(WHAT TO PRODUCE): Filter the data for lines with the word "first", then copy every line so identified.

>>>>

/// The seed for a table's Monte Carlo stream: the first 8 bytes (little-endian) of the
/// SHA-256 of a domain tag, the sorted row totals, the sorted column totals and the sorted
/// counts of the table with its all-zero rows and columns dropped. These do not change when
/// rows or columns are permuted, so neither does the seed.
///
/// ```
/// use dispar_stats::{montecarlo::table_seed, table::Table};
/// let a = Table::from_rows(&[vec![1, 2], vec![3, 4], vec![0, 0]])?;
/// let b = Table::from_rows(&[vec![4, 3], vec![2, 1]])?;
/// assert_eq!(table_seed(&a), table_seed(&b));
/// # Ok::<(), dispar_stats::StatsError>(())
/// ```
pub fn table_seed(table: &Table) -> u64 {
    let reduced = table.reduce().table;
    let sorted = |v: &[u64]| {
        let mut v = v.to_vec();
        v.sort_unstable();
        v
    };
    let mut h = Sha256::new();
    h.update(b"dispar-stats/montecarlo/v2");
    for part in [
        sorted(reduced.row_totals()),
        sorted(reduced.col_totals()),
        sorted(reduced.counts()),
    ] {
        h.update((part.len() as u64).to_le_bytes());
        for x in part {
            h.update(x.to_le_bytes());
        }
    }
    let digest = h.finalize();
    let mut first = [0u8; 8];
    first.copy_from_slice(&digest[..8]);
    u64::from_le_bytes(first)
}

/// Draws random tables with fixed margins (Patefield's algorithm).
#[derive(Debug, Clone)]
pub struct PatefieldSampler {
    row_totals: Vec<u64>,
    col_totals: Vec<u64>,
    total: u64,
    ln_fact: Vec<f64>,
}

impl PatefieldSampler {
    /// A sampler for tables with these margins; they must add up to the same N and there
    /// must be at least one row and one column.
    pub fn new(row_totals: &[u64], col_totals: &[u64]) -> Result<PatefieldSampler, StatsError> {
        if row_totals.is_empty() || col_totals.is_empty() {
            return Err(StatsError::EmptyTable);
        }
        let sum = |v: &[u64]| {
            v.iter()
                .try_fold(0u64, |acc, &x| acc.checked_add(x))
                .ok_or(StatsError::Overflow)
        };
        let (row_sum, col_sum) = (sum(row_totals)?, sum(col_totals)?);
        if row_sum != col_sum {
            return Err(StatsError::MarginsDisagree { row_sum, col_sum });
        }
        let ln_fact = if row_sum <= LN_FACT_TABLE_MAX {
            (0..=row_sum).map(ln_factorial).collect()
        } else {
            Vec::new()
        };
        Ok(PatefieldSampler {
            row_totals: row_totals.to_vec(),
            col_totals: col_totals.to_vec(),
            total: row_sum,
            ln_fact,
        })
    }

    /// Fills `out` (row-major, rows x cols) with one random table with the margins.
    pub fn sample<R: RngCore + ?Sized>(
        &self,
        rng: &mut R,
        out: &mut [u64],
    ) -> Result<(), StatsError> {
        let (r, c) = (self.row_totals.len(), self.col_totals.len());
        if out.len() != r * c {
            return Err(StatsError::ShapeMismatch {
                rows: r,
                cols: c,
                expected: r * c,
                len: out.len(),
            });
        }
        let mut remaining_cols = self.col_totals.clone();
        self.fill(rng, out, &mut remaining_cols);
        Ok(())
    }

    /// The sampling loop; `cols` is scratch of length c.
    fn fill<R: RngCore + ?Sized>(&self, rng: &mut R, out: &mut [u64], cols: &mut [u64]) {
        let (r, c) = (self.row_totals.len(), self.col_totals.len());
        cols.copy_from_slice(&self.col_totals);
        let mut rows_left = self.total;
        for l in 0..r - 1 {
            let mut need = self.row_totals[l];
            let mut pop = rows_left;
            rows_left -= need;
            let row = &mut out[l * c..(l + 1) * c];
            for m in 0..c - 1 {
                let marked = cols[m];
                let x = self.hypergeometric(rng, pop, marked, need);
                row[m] = x;
                need -= x;
                cols[m] -= x;
                pop -= marked;
            }
            row[c - 1] = need;
            cols[c - 1] -= need;
        }
        out[(r - 1) * c..].copy_from_slice(cols);
    }

    /// ln C(n, k).
    fn ln_choose(&self, n: u64, k: u64) -> f64 {
        let f = &self.ln_fact;
        f[n as usize] - f[k as usize] - f[(n - k) as usize]
    }

    /// A draw of the marked units among `draws` taken from `pop` units of which `marked`
    /// are marked, by inversion from the mode outward.
    fn hypergeometric<R: RngCore + ?Sized>(
        &self,
        rng: &mut R,
        pop: u64,
        marked: u64,
        draws: u64,
    ) -> u64 {
        let h = Hyper::new(marked, pop - marked, draws);
        if h.lo == h.hi {
            return h.lo;
        }
        let mode = h.mode();
        let p_mode = if self.ln_fact.is_empty() {
            h.pmf(mode)
        } else {
            (self.ln_choose(marked, mode) + self.ln_choose(pop - marked, draws - mode)
                - self.ln_choose(pop, draws))
            .exp()
        };
        let u = uniform(rng);
        let mut cum = p_mode;
        if u <= cum {
            return mode;
        }
        let (mut up, mut down) = (mode, mode);
        let mut next_up = if up < h.hi {
            p_mode * h.ratio_up(up)
        } else {
            -1.0
        };
        let mut next_down = if down > h.lo {
            p_mode * h.ratio_down(down)
        } else {
            -1.0
        };
        loop {
            if next_up < 0.0 && next_down < 0.0 {
                // Rounding left u just above the total; the last value taken stands.
                return if up > mode { up } else { down };
            }
            if next_up >= next_down {
                up += 1;
                cum += next_up;
                if u <= cum {
                    return up;
                }
                next_up = if up < h.hi {
                    next_up * h.ratio_up(up)
                } else {
                    -1.0
                };
            } else {
                down -= 1;
                cum += next_down;
                if u <= cum {
                    return down;
                }
                next_down = if down > h.lo {
                    next_down * h.ratio_down(down)
                } else {
                    -1.0
                };
            }
        }
    }
}
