//! The usual spread between groups, estimated over the baseline periods, and each group's
//! record of being above or below the pooled rate.
//!
//! Spiegelhalter (2005), "Funnel plots for comparing institutional performance",
//! Statistics in Medicine 24, and "Handling over-dispersion of performance indicators",
//! Quality and Safety in Health Care 14: the multiplicative overdispersion phi is the mean
//! squared winsorised z-score of the groups around their pooled rate. Here the z-scores of
//! every baseline period (each group against the pooled rate of its own period,
//! z = (p_i - P) / sqrt(P(1 - P)/n_i)) are pooled before winsorising, so phi describes how
//! far apart the groups usually are; the current period is not among them, and a group's
//! excursion in the current period cannot widen its own limit. The same estimator as
//! [`crate::overdispersion::spiegelhalter`] (which this calls).
//!
//! Per group, the number of baseline periods in which it was above, and below, the pooled
//! rate of that period states persistent differences ("above the pooled rate in 8 of the
//! last 8 weeks").

use crate::error::StatsError;
use crate::overdispersion::{Overdispersion, spiegelhalter};

/// One group's record over the baseline periods.
#[derive(Debug, Clone, Copy, PartialEq, Eq, Default)]
pub struct GroupRecord {
    /// Baseline periods in which the group had units and the period a usable pooled rate.
    pub periods: usize,
    /// Of those, periods with the group's rate above the period's pooled rate.
    pub above: usize,
    /// Of those, periods with the group's rate below it.
    pub below: usize,
}

/// The usual spread between groups over the baseline periods.
#[derive(Debug, Clone, PartialEq)]
pub struct UsualSpread {
    /// Spiegelhalter's phi from the pooled z-scores; None when no baseline period had a
    /// usable pooled rate (strictly between 0 and 1, with at least two groups with units).
    pub overdispersion: Option<Overdispersion>,
    /// Baseline periods that contributed z-scores.
    pub periods: usize,
    /// Per group, in input order.
    pub groups: Vec<GroupRecord>,
}

/// The usual spread of `groups` groups over the baseline periods: `periods[b][i]` is group
/// i's `(inspected, defective)` in baseline period b (every period lists all the groups;
/// a group without production that period has inspected 0).
///
/// Errors: a period with another number of groups, defective > inspected, or a winsor
/// fraction outside [0, 0.5).
///
/// ```
/// use dispar_stats::spread::usual_spread;
/// // Two periods, three groups; group 2 is above the pooled rate both times.
/// let s = usual_spread(&[vec![(1000, 10), (1000, 12), (1000, 20)],
///                        vec![(1000, 11), (1000, 9), (1000, 19)]], 3, 0.1)?;
/// assert_eq!(s.periods, 2);
/// assert_eq!((s.groups[2].above, s.groups[2].periods), (2, 2));
/// let phi = s.overdispersion.expect("estimated").phi;
/// assert!(phi > 1.0); // group 2 stands apart more than binomial sampling explains
/// # Ok::<(), dispar_stats::StatsError>(())
/// ```
pub fn usual_spread<P: AsRef<[(u64, u64)]>>(
    periods: &[P],
    groups: usize,
    winsor_fraction: f64,
) -> Result<UsualSpread, StatsError> {
    if !(0.0..0.5).contains(&winsor_fraction) {
        return Err(StatsError::InvalidParameter {
            name: "winsor_fraction",
            value: winsor_fraction,
            requirement: "in [0, 0.5)",
        });
    }
    let mut records = vec![GroupRecord::default(); groups];
    let mut z_all = Vec::new();
    let mut used = 0;
    for period in periods {
        let period = period.as_ref();
        if period.len() != groups {
            return Err(StatsError::InvalidParameter {
                name: "groups in a baseline period",
                value: period.len() as f64,
                requirement: "the same number of groups in every period",
            });
        }
        for (index, &(n, d)) in period.iter().enumerate() {
            if d > n {
                return Err(StatsError::DefectiveExceedsInspected {
                    index,
                    inspected: n,
                    defective: d,
                });
            }
        }
        let with_units = period.iter().filter(|g| g.0 > 0).count();
        let big_n: u64 = period.iter().map(|g| g.0).sum();
        let big_d: u64 = period.iter().map(|g| g.1).sum();
        if with_units < 2 || big_d == 0 || big_d == big_n {
            continue;
        }
        used += 1;
        let pooled = big_d as f64 / big_n as f64;
        let var = pooled * (1.0 - pooled);
        for (record, &(n, d)) in records.iter_mut().zip(period) {
            if n == 0 {
                continue;
            }
            let rate = d as f64 / n as f64;
            record.periods += 1;
            if rate > pooled {
                record.above += 1;
            } else if rate < pooled {
                record.below += 1;
            }
            z_all.push((rate - pooled) / (var / n as f64).sqrt());
        }
    }
    let overdispersion = if z_all.is_empty() {
        None
    } else {
        Some(spiegelhalter(&z_all, winsor_fraction)?)
    };
    Ok(UsualSpread {
        overdispersion,
        periods: used,
        groups: records,
    })
}

#[cfg(test)]
mod tests {
    use super::*;
    use crate::testutil::assert_rel;

    #[test]
    fn phi_pools_the_z_scores_of_every_baseline_period() {
        // By hand: period 1 pooled 42/3000 = 0.014, period 2 39/3000 = 0.013; z for each
        // group from its own period's pooled rate; phi = mean z^2 (fewer than 10 scores
        // per 10% winsorising end: nothing is winsorised with 6).
        let periods = [
            vec![(1000, 10), (1000, 12), (1000, 20)],
            vec![(1000, 11), (1000, 9), (1000, 19)],
        ];
        let s = usual_spread(&periods, 3, 0.1).expect("valid");
        let mut want = 0.0;
        for p in &periods {
            let pooled = p.iter().map(|g| g.1).sum::<u64>() as f64 / 3000.0;
            for &(n, d) in p {
                let z =
                    (d as f64 / n as f64 - pooled) / (pooled * (1.0 - pooled) / n as f64).sqrt();
                want += z * z / 6.0;
            }
        }
        let o = s.overdispersion.expect("estimated");
        assert_eq!(o.k, 6);
        assert_rel(o.phi, want, 1e-14, "phi");
        assert_eq!(
            s.groups[0],
            GroupRecord {
                periods: 2,
                above: 0,
                below: 2
            }
        );
        assert_eq!(
            s.groups[1],
            GroupRecord {
                periods: 2,
                above: 0,
                below: 2
            }
        );
    }

    #[test]
    fn periods_without_a_usable_pooled_rate_are_skipped() {
        let periods = [
            vec![(100, 0), (100, 0)], // no defectives: no z
            vec![(0, 0), (100, 3)],   // one group with units
            vec![(100, 2), (0, 0)],   // one group with units
            vec![(100, 1), (300, 9)], // usable
        ];
        let s = usual_spread(&periods, 2, 0.1).expect("valid");
        assert_eq!(s.periods, 1);
        assert_eq!(
            s.groups[0],
            GroupRecord {
                periods: 1,
                above: 0,
                below: 1
            }
        );
        assert_eq!(
            s.groups[1],
            GroupRecord {
                periods: 1,
                above: 1,
                below: 0
            }
        );
        let none = usual_spread(&periods[..1], 2, 0.1).expect("valid");
        assert_eq!(none.overdispersion, None);
        assert!(usual_spread(&[vec![(1, 0)]], 2, 0.1).is_err());
        assert!(usual_spread(&[vec![(1, 2), (3, 1)]], 2, 0.1).is_err());
        assert!(usual_spread(&periods, 2, 0.5).is_err());
    }
}
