//! Tolerance helpers shared by the unit tests (tolerances live beside each table of cases,
//! named and justified there).

/// Asserts |got - want| <= rel * |want| (or <= rel when want is 0).
#[track_caller]
pub(crate) fn assert_rel(got: f64, want: f64, rel: f64, what: &str) {
    let scale = if want == 0.0 { 1.0 } else { want.abs() };
    assert!(
        (got - want).abs() <= rel * scale,
        "{what}: got {got:e}, want {want:e} (relative error {:e} > {rel:e})",
        (got - want).abs() / scale
    );
}
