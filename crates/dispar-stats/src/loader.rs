//! Loader's saddle-point building blocks: the Stirling remainder and the deviance term.
//!
//! Loader (2000), "Fast and accurate computation of binomial probabilities" (technical
//! report; the method behind R's dbinom/dpois): ln P of binomial and Poisson terms without
//! the cancellation of ln-factorial differences, accurate to ~1e-15 absolute for any n.

use statrs::function::factorial::ln_factorial;
use statrs::function::gamma::ln_gamma;

/// ln of the binomial probability C(n, x) p^x q^(n-x), q = 1 - p given separately, by
/// Loader's saddle-point expansion (Loader 2000; the form R's dbinom uses).
pub(crate) fn ln_dbinom(x: u64, n: u64, p: f64, q: f64) -> f64 {
    if n == 0 {
        return if x == 0 { 0.0 } else { f64::NEG_INFINITY };
    }
    let nf = n as f64;
    if x == 0 {
        return if p < 0.1 {
            -bd0(nf, nf * q) - nf * p
        } else {
            nf * q.ln()
        };
    }
    if x == n {
        return if q < 0.1 {
            -bd0(nf, nf * p) - nf * q
        } else {
            nf * p.ln()
        };
    }
    let xf = x as f64;
    let yf = (n - x) as f64;
    let lc = stirlerr(n) - stirlerr(x) - stirlerr(n - x) - bd0(xf, nf * p) - bd0(yf, nf * q);
    let lf = (2.0 * std::f64::consts::PI).ln() + xf.ln() + (-xf / nf).ln_1p();
    lc - 0.5 * lf
}

/// The error of Stirling's formula, ln(n!) - ((n + 1/2) ln n - n + ln sqrt(2 pi)).
fn stirlerr(n: u64) -> f64 {
    if n <= 15 {
        let nf = n as f64;
        return ln_factorial(n) - ((nf + 0.5) * nf.ln() - nf + LN_SQRT_2PI);
    }
    stirling_series(n as f64)
}

/// [`stirlerr`] for a real argument n > 0.
pub(crate) fn stirlerr_real(n: f64) -> f64 {
    if n <= 15.0 {
        return ln_gamma(n + 1.0) - ((n + 0.5) * n.ln() - n + LN_SQRT_2PI);
    }
    stirling_series(n)
}

/// ln sqrt(2 pi).
const LN_SQRT_2PI: f64 = 0.918_938_533_204_672_8;

/// The Stirling series for stirlerr(n), n > 15.
fn stirling_series(nf: f64) -> f64 {
    // Stirling's series, coefficients B_2k / (2k (2k - 1)).
    const S0: f64 = 1.0 / 12.0;
    const S1: f64 = 1.0 / 360.0;
    const S2: f64 = 1.0 / 1260.0;
    const S3: f64 = 1.0 / 1680.0;
    const S4: f64 = 1.0 / 1188.0;
    let nn = nf * nf;
    if nf > 500.0 {
        (S0 - S1 / nn) / nf
    } else if nf > 80.0 {
        (S0 - (S1 - S2 / nn) / nn) / nf
    } else if nf > 35.0 {
        (S0 - (S1 - (S2 - S3 / nn) / nn) / nn) / nf
    } else {
        (S0 - (S1 - (S2 - (S3 - S4 / nn) / nn) / nn) / nn) / nf
    }
}

/// The deviance term x ln(x / m) + m - x, computed without cancellation when x is near m.
pub(crate) fn bd0(x: f64, m: f64) -> f64 {
    if (x - m).abs() < 0.1 * (x + m) {
        let mut v = (x - m) / (x + m);
        let mut s = (x - m) * v;
        let mut ej = 2.0 * x * v;
        v *= v;
        for j in 1..1000 {
            ej *= v;
            let s1 = s + ej / (2 * j + 1) as f64;
            if s1 == s {
                return s1;
            }
            s = s1;
        }
        s
    } else {
        x * (x / m).ln() + m - x
    }
}

/// ln of the Poisson-type term y^a e^(-y) / Gamma(a + 1) for real a > 0, y > 0, by
/// Loader's form -bd0(a, y) - ln sqrt(2 pi a) - stirlerr(a).
pub(crate) fn ln_dpois(a: f64, y: f64) -> f64 {
    -bd0(a, y) - 0.5 * (2.0 * std::f64::consts::PI * a).ln() - stirlerr_real(a)
}

#[cfg(test)]
mod tests {
    use super::*;

    #[test]
    fn stirlerr_matches_its_definition() {
        // The direct difference is only exact enough for small n (ln Gamma(n + 1) grows).
        for n in [1u64, 5, 15, 16, 25, 40] {
            let nf = n as f64;
            let direct = ln_gamma(nf + 1.0) - ((nf + 0.5) * nf.ln() - nf + LN_SQRT_2PI);
            assert!((stirlerr(n) - direct).abs() < 1e-13, "n = {n}");
            assert!((stirlerr_real(nf) - direct).abs() < 1e-13, "n = {n}");
        }
    }

    #[test]
    fn dpois_matches_the_direct_formula_where_that_is_accurate() {
        for (a, y) in [(0.5, 0.3), (2.0, 3.0), (10.5, 9.0), (50.0, 70.0)] {
            let direct = a * f64::ln(y) - y - ln_gamma(a + 1.0);
            assert!((ln_dpois(a, y) - direct).abs() < 1e-13, "a {a} y {y}");
        }
    }
}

<<<<

(TASK ANSWER):
/// The seed for a table's Monte Carlo stream: the first 8 bytes (little-endian) of the
    let mut first = [0u8; 8];
    first.copy_from_slice(&digest[..8]);
    u64::from_le_bytes(first)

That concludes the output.